I must trust God to be my daily portion. I need to rely upon the strength of the Spirit to help me to not react in negativity, or with returned anger, during my son’s outbursts; or for that matter to any other perceived injustice or hurt. The Holy Spirit has spoken to me that administering reproof for my son’s bad behavior is not enough. I should also be teaching and providing him with the tools to appropriately deal with his anger and frustration

In order to quiet the storm within my son, I must ensure that my stormy seas have been calmed and that I have confessed any sinful behavior to my Lord allowing me to be utilized to teach him through the outpouring of God’s love.

I can only accomplish this goal by immersing myself in God’s Holy Word and by faithfully praying for His wisdom and guidance.

Related Scripture Verses ~

“Teach me knowledge and good judgment, for I believe in your commands.” Psalm 119:66 (NIV)

“A wise son heeds his father's instruction, but a mocker does not listen to rebuke.” Proverbs 13:1 (NIV)

“My flesh and my heart may fail, but God is the strength of my heart and my portion forever.” Psalm 73:26 (NIV)

2 comments:

Anonymous said...

Wow Joanie this was really thought provoking...It is often hard to look in the mirror and own up to our faults.
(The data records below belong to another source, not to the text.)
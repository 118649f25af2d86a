import { asc, eq, isNull } from 'drizzle-orm';
import { instrumentSpecSchema, pathSpecSchema } from '~/schemas/bench-specs';
import type { Reader } from '~/server/db/client';
import { instrumentRevisions, instruments, pathRevisions, paths } from '~/server/db/schema';

/** Instruments in use, each with its present revision. */
export async function listInstruments(reader: Reader) {
  const rows = await reader
    .select({
      id: instruments.id,
      revisionId: instrumentRevisions.id,
      number: instruments.number,
      name: instruments.name,
      revision: instrumentRevisions.revision,
      spec: instrumentRevisions.spec,
    })
    .from(instruments)
    .innerJoin(instrumentRevisions, eq(instrumentRevisions.instrumentId, instruments.id))
    .where(isNull(instrumentRevisions.retiredAt))
    .orderBy(asc(instruments.number));
  return rows.map(({ spec, ...row }) => ({ ...row, spec: instrumentSpecSchema.parse(spec) }));
}

/** Paths in use, each with its present revision. */
export async function listPaths(reader: Reader) {
  const rows = await reader
    .select({
      id: paths.id,
      revisionId: pathRevisions.id,
      number: paths.number,
      name: paths.name,
      revision: pathRevisions.revision,
      spec: pathRevisions.spec,
    })
    .from(paths)
    .innerJoin(pathRevisions, eq(pathRevisions.pathId, paths.id))
    .where(isNull(pathRevisions.retiredAt))
    .orderBy(asc(paths.number));
  return rows.map(({ spec, ...row }) => ({ ...row, spec: pathSpecSchema.parse(spec) }));
}
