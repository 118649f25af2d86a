import { max } from 'drizzle-orm';
import type { Reader } from '~/server/db/client';
import { limitRuleRevisions, quantityRevisions } from '~/server/db/schema';

/** The newest revision of each quantity, or of each emission rule, of the works' own, by key; those that ship have none. */
export async function listDefinitionRevisions(
  reader: Reader,
  table: 'quantities' | 'limit_rules',
): Promise<ReadonlyMap<string, number>> {
  const of = table === 'quantities' ? quantityRevisions : limitRuleRevisions;
  const rows = await reader
    .select({ key: of.key, revision: max(of.revision) })
    .from(of)
    .groupBy(of.key);
  return new Map(rows.map(({ key, revision }) => [key, revision ?? 0]));
}
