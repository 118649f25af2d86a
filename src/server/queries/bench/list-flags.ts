import { asc, desc, eq, isNull } from 'drizzle-orm';
import { deviationText } from '~/domain/bench/daily-check';
import type { Reader } from '~/server/db/client';
import { checkReferences, dailyChecks, runFlags, testRuns, units, userProfiles } from '~/server/db/schema';
import { listQuantities } from './list-quantities';
import { referenceOf } from './read-check-state';

export interface Flag {
  id: number;
  serial: string;
  runNo: number;
  /** Of the reference whose check was bad. */
  number: string;
  name: string;
  checkedAt: Date;
  deviation: string;
  /** Why the check was bad, where somebody has said so. */
  explanation: string | null;
  endedAt: Date | null;
  endedBy: string | null;
  note: string | null;
}

/** The doubts that are open, oldest first. */
export function listOpenFlags(reader: Reader): Promise<Flag[]> {
  return listFlags(reader, 'open');
}

/** The doubts on one run, open or ended, newest first. */
export function listFlagsOfRun(reader: Reader, testRunId: number): Promise<Flag[]> {
  return listFlags(reader, testRunId);
}

async function listFlags(reader: Reader, which: 'open' | number): Promise<Flag[]> {
  const isOpen = which === 'open';
  const [rows, book] = await Promise.all([
    reader
      .select({
        flag: runFlags,
        serial: units.serial,
        runNo: testRuns.runNo,
        check: dailyChecks,
        reference: checkReferences,
        endedBy: userProfiles.name,
      })
      .from(runFlags)
      .innerJoin(testRuns, eq(testRuns.id, runFlags.testRunId))
      .innerJoin(units, eq(units.id, testRuns.unitId))
      .innerJoin(dailyChecks, eq(dailyChecks.id, runFlags.dailyCheckId))
      .innerJoin(checkReferences, eq(checkReferences.id, dailyChecks.checkReferenceId))
      .leftJoin(userProfiles, eq(userProfiles.userId, runFlags.endedBy))
      .where(isOpen ? isNull(runFlags.endedAt) : eq(runFlags.testRunId, which))
      .orderBy(isOpen ? asc(runFlags.id) : desc(runFlags.id)),
    listQuantities(reader),
  ]);
  return rows.map(({ flag, check, reference, ...row }) => ({
    ...row,
    ...{ id: flag.id, number: reference.number, name: reference.name, checkedAt: check.at },
    deviation: deviationText(referenceOf(reference, book), check.deviation),
    explanation: check.explanation,
    ...{ endedAt: flag.endedAt, note: flag.note },
  }));
}
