import { asc, desc, eq, sql } from 'drizzle-orm';
import { pathSpecSchema } from '~/schemas/bench-specs';
import type { Reader } from '~/server/db/client';
import { models, pathRevisions, paths } from '~/server/db/schema';

/** Every path by its newest revision, those in use first. */
export async function listEveryPath(reader: Reader) {
  const rows = await reader
    .select({
      id: paths.id,
      number: paths.number,
      name: paths.name,
      revision: pathRevisions.revision,
      retiredAt: pathRevisions.retiredAt,
      spec: pathRevisions.spec,
    })
    .from(paths)
    .innerJoin(pathRevisions, eq(pathRevisions.pathId, paths.id))
    .where(
      eq(
        pathRevisions.revision,
        sql`(select max(newest.revision) from path_revisions newest where newest.path_id = ${paths.id})`,
      ),
    )
    .orderBy(sql`${pathRevisions.retiredAt} is not null`, asc(paths.number));
  return rows.map(({ spec, ...row }) => ({ ...row, spec: pathSpecSchema.parse(spec) }));
}

/** A path with its revisions, newest first, and the models whose power it has to stand; null where there is none. */
export async function getSignalPath(reader: Reader, number: string) {
  const [path] = await reader.select().from(paths).where(eq(paths.number, number.toUpperCase()));
  if (path === undefined) return null;
  const [rows, rated] = await Promise.all([
    reader
      .select({
        revision: pathRevisions.revision,
        createdAt: pathRevisions.createdAt,
        retiredAt: pathRevisions.retiredAt,
        spec: pathRevisions.spec,
      })
      .from(pathRevisions)
      .where(eq(pathRevisions.pathId, path.id))
      .orderBy(desc(pathRevisions.revision)),
    reader
      .select({ name: models.name, ratedPowerW: models.ratedPowerW })
      .from(models)
      .orderBy(asc(models.name)),
  ]);
  const revisions = rows.map(({ spec, ...row }) => ({ ...row, spec: pathSpecSchema.parse(spec) }));
  const [newest] = revisions;
  return newest === undefined ? null : { ...path, newest, revisions, models: rated };
}
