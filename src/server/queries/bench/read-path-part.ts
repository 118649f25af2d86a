import { and, asc, desc, eq, sql } from 'drizzle-orm';
import { pathPartSchema } from '~/schemas/bench-specs';
import type { Reader } from '~/server/db/client';
import { files, pathPartRevisions, pathParts } from '~/server/db/schema';
import { listPathsHolding } from './list-paths-holding';

/** Every path part by its newest revision, those in use first. */
export async function listPathParts(reader: Reader) {
  const rows = await reader
    .select({
      id: pathParts.id,
      number: pathParts.number,
      name: pathParts.name,
      revision: pathPartRevisions.revision,
      retiredAt: pathPartRevisions.retiredAt,
      spec: pathPartRevisions.spec,
    })
    .from(pathParts)
    .innerJoin(pathPartRevisions, eq(pathPartRevisions.pathPartId, pathParts.id))
    .where(
      eq(
        pathPartRevisions.revision,
        sql`(select max(newest.revision) from path_part_revisions newest where newest.path_part_id = ${pathParts.id})`,
      ),
    )
    .orderBy(sql`${pathPartRevisions.retiredAt} is not null`, asc(pathParts.number));
  return rows.map(({ spec, ...row }) => ({ ...row, spec: pathPartSchema.parse(spec) }));
}

/** A path part with its revisions, newest first, and the paths in use that hold it; null where there is none. */
export async function getPathPart(reader: Reader, number: string) {
  const [part] = await reader.select().from(pathParts).where(eq(pathParts.number, number.toUpperCase()));
  if (part === undefined) return null;
  const [rows, holding] = await Promise.all([
    reader
      .select({
        revision: pathPartRevisions.revision,
        createdAt: pathPartRevisions.createdAt,
        retiredAt: pathPartRevisions.retiredAt,
        spec: pathPartRevisions.spec,
        fileName: files.name,
      })
      .from(pathPartRevisions)
      .leftJoin(files, eq(files.id, pathPartRevisions.fileId))
      .where(eq(pathPartRevisions.pathPartId, part.id))
      .orderBy(desc(pathPartRevisions.revision)),
    listPathsHolding(reader, part.number),
  ]);
  const revisions = rows.map(({ spec, ...row }) => ({ ...row, spec: pathPartSchema.parse(spec) }));
  const [newest] = revisions;
  return newest === undefined ? null : { ...part, newest, revisions, holding };
}

/** The file that a revision's table was read from; null where it was typed. */
export async function findLossFile(
  reader: Reader,
  pathPartId: number,
  revision: number,
): Promise<number | null> {
  const [row] = await reader
    .select({ fileId: pathPartRevisions.fileId })
    .from(pathPartRevisions)
    .where(and(eq(pathPartRevisions.pathPartId, pathPartId), eq(pathPartRevisions.revision, revision)));
  return row?.fileId ?? null;
}
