import { asc, eq, isNull } from 'drizzle-orm';
import type { PathSpec } from '~/domain/bench/types';
import { pathSpecSchema } from '~/schemas/bench-specs';
import type { Reader } from '~/server/db/client';
import { pathRevisions, paths } from '~/server/db/schema';

/** The paths in use that hold a part, in the order in which they are locked. */
export async function listPathsHolding(
  reader: Reader,
  partNumber: string,
): Promise<{ id: number; number: string; name: string; spec: PathSpec }[]> {
  const rows = await reader
    .select({ id: paths.id, number: paths.number, name: paths.name, spec: pathRevisions.spec })
    .from(paths)
    .innerJoin(pathRevisions, eq(pathRevisions.pathId, paths.id))
    .where(isNull(pathRevisions.retiredAt))
    .orderBy(asc(paths.id));
  return rows
    .map(({ spec, ...row }) => ({ ...row, spec: pathSpecSchema.parse(spec) }))
    .filter(({ spec }) => spec.parts.some((part) => part.partNumber === partNumber));
}
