/** How long a place is held while its buyer pays. */
export const CHECKOUT_HOLD_MINUTES = 30;

export interface BatchPlaces {
  places: number;
  taken: number;
  held: number;
}

/** Places that nobody has taken or holds. */
export function freePlaces({ places, taken, held }: BatchPlaces): number {
  return Math.max(0, places - taken - held);
}

/**
 * Whether a number of places can be held for a checkout, and why not. A place that is only held may come free
 * again, which the reason says.
 */
export function checkPlaces(
  batch: BatchPlaces,
  quantity: number,
): { ok: true; free: number } | { ok: false; reason: string } {
  if (!Number.isSafeInteger(quantity) || quantity < 1)
    return { ok: false, reason: 'Choose how many rigs: one or more.' };
  const free = freePlaces(batch);
  if (quantity <= free) return { ok: true, free: free - quantity };
  const perhaps =
    batch.held > 0 && quantity <= batch.places - batch.taken
      ? ` ${batch.held === 1 ? 'One place is' : `${batch.held} places are`} held by somebody who is paying now and may come free within ${CHECKOUT_HOLD_MINUTES} minutes.`
      : '';
  const left =
    free === 0
      ? 'No place is left in this batch.'
      : `Only ${free} ${free === 1 ? 'place is' : 'places are'} left in this batch.`;
  return { ok: false, reason: left + perhaps };
}

/** The instant at which a hold that begins now ends. */
export function holdEnd(now: Date): Date {
  return new Date(now.getTime() + CHECKOUT_HOLD_MINUTES * 60_000);
}

/**
 * Whether a text has the shape of an amateur call sign: letters, a digit and letters, perhaps with a prefix or a suffix
 * after a stroke. Loose on purpose: countries give out odd ones, and nobody has to have one.
 */
export function isCallSignShape(text: string): boolean {
  const parts = text.trim().toUpperCase().split('/');
  return (
    parts.length <= 3 &&
    parts.every((part) => /^[A-Z0-9]{1,10}$/.test(part)) &&
    parts.some((part) => /^[A-Z0-9]{1,3}\d[A-Z0-9]{0,5}[A-Z]$/.test(part) && /[A-Z]/.test(part.slice(0, 3)))
  );
}
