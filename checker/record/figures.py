"""The figures of a stage, group or port. SI units, the unit in the key; None: see `unavailable`."""

from __future__ import annotations

from checker.record.base import Record
from checker.shape import frozen


@frozen
class Complex(Record):
    """A complex number."""

    re: float
    """Real part."""
    im: float
    """Imaginary part."""

    @classmethod
    def of(cls, value: complex) -> Complex:
        """The record of a Python or numpy complex number."""
        return cls(re=float(value.real), im=float(value.imag))


@frozen
class Specs(Record):
    """What a stage or group does, loaded as it really is, from input to output reference, at `f0_hz`."""

    voltage_gain: Complex | None = None
    """v(output reference) / v(input reference)."""
    voltage_gain_db: float | None = None
    """20 log10 of the magnitude of the voltage gain."""
    current_gain: Complex | None = None
    """Output-link current (out of the upstream) over input-link current (into the stage)."""
    power_gain_db: float | None = None
    """10 log10 of Re(v i*) out over in."""
    input_impedance_ohm: Complex | None = None
    """v/i at the input reference, driven from the input port in place; the source is left out."""
    output_impedance_ohm: Complex | None = None
    """Looking back at the output reference with the output link open; the load is left out."""
    low_corner_hz: float | None = None
    """First crossing of reference/sqrt 2 below the band's largest response."""
    high_corner_hz: float | None = None
    """First crossing of reference/sqrt 2 above the band's largest response."""
    droop_low_db: float | None = None
    """Loss at the low band edge against the largest response in the band."""
    droop_high_db: float | None = None
    """Loss at the high band edge against the largest response in the band."""
    clip_up_v: float | None = None
    """Largest excursion upward of the output reference from rest."""
    clip_down_v: float | None = None
    """Largest excursion downward of the output reference from rest."""
    swing_vpp: float | None = None
    """Twice the smaller excursion."""
    noise_figure_db: float | None = None
    """At f0, T0 = 290 K, from the declared source impedance."""


@frozen
class TerminalFigures(Record):
    """The same quantities at the device terminals: what the rule of thumb is compared with."""

    voltage_gain: Complex | None = None
    """v(exit terminal) / v(entry terminal)."""
    input_impedance_ohm: Complex | None = None
    """Into the entry terminal."""
    output_impedance_ohm: Complex | None = None
    """Looking back into the exit terminal."""


@frozen
class Thumb(Record):
    """A hand formula's figure beside the exact one."""

    value: float | None
    """What the formula gives, in the unit of the quantity's key; a magnitude where that is complex."""
    exact: float | None
    """The exact terminal figure that it is compared with, same unit, magnitude."""
    deviation: float | None
    """(value - exact) / |exact|, a fraction."""
    agrees: bool | None
    """Whether the two agree within the formula's validity; null where they cannot be compared."""
    formula: str
    """The formula in textbook symbols."""
    note: str = ""
    """Why they differ, where they do."""


@frozen
class Span(Record):
    """The range of one figure over part spread and temperature."""

    min: float
    """Smallest value, in the unit of the key."""
    max: float
    """Largest value, in the unit of the key."""
    dominant: str | None = None
    """The part or condition that moves it most."""
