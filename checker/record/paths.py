"""Paths into a report, as `unavailable` uses them, and the nulls that nobody explained."""

from __future__ import annotations

from collections.abc import Iterator, Mapping
from dataclasses import fields

from checker.record.base import Record, key_of
from checker.record.report import Report


def at(*segments: str) -> str:
    """The path of a value, e.g. `at("stages", "Q1", "specs", "low_corner_hz")`; "/" and "~" are escaped."""
    return "/".join(segment.replace("~", "~0").replace("/", "~1") for segment in segments)


def reason_for(report: Report, *segments: str) -> str:
    """Why the value there is null: the reason of its own path, else of the nearest one above it, else ""."""
    for length in range(len(segments), 0, -1):
        reason = report.unavailable.get(at(*segments[:length]))
        if reason:
            return reason
    return ""


def unexplained(report: Report) -> list[str]:
    """Paths of all figures that are null without a reason. A finished report has none."""
    return [at(*path) for path in _nulls(report) if not reason_for(report, *path)]


_NO_FIGURE = {
    *("entry", "exit", "input_ref", "output_ref", "links", "location", "card"),
    *("role", "reference_ohm", "dominant", "agrees"),
}
"""Fields whose null is an answer, not a gap in the figures."""


def _nulls(report: Report) -> Iterator[tuple[str, ...]]:
    for net, net_figures in report.nets.items():
        yield from _of(net_figures, ("nets", net))
    for island in report.islands:
        yield from _of(island, ("islands", min(island.nets, default="")))
    for stage in report.stages:
        yield from _of(stage, ("stages", stage.id))
    for group in report.groups:
        yield from _of(group, ("groups", group.id))
    for port in report.ports:
        yield from _of(port, ("ports", port.name))
    for gain in report.gains:
        yield from _of(gain, ("gains", gain.from_, gain.to))


def _of(value: object, path: tuple[str, ...]) -> Iterator[tuple[str, ...]]:
    if value is None:
        yield path
    elif isinstance(value, Record):
        for each in fields(value):
            if each.name not in _NO_FIGURE:
                yield from _of(getattr(value, each.name), (*path, key_of(each.name)))
    elif isinstance(value, Mapping):
        for key, item in value.items():
            yield from _of(item, (*path, key))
I am so thankful that the lord is so patient...or I would have been in deep trouble a long time ago!! Your son in very lucky to have you for a mom as you have the gift of patience and the deep love of family, I know he will grow to respect and love everyone in the household with you and your hubby guiding him! I hope things settle down for your household soon! hugs B'nana

Renee Swope said...

I agree with B'nana. Gabe is so blessed to have you as his mom. As I read this the Holy Spirit reminded me that I haven't sent that CD. We had run out and I put a note on my desk but it got moved and I forgot. I am so sorry. Please forgive me. I am not saying it's the answer at all. I just thought it might offer some encouragement because you are living out the message and God is going to use your faithfulness and example of His love that is patient and kind to shape the heart of your precious son.

I'll see if I can have the office send it tomorrow!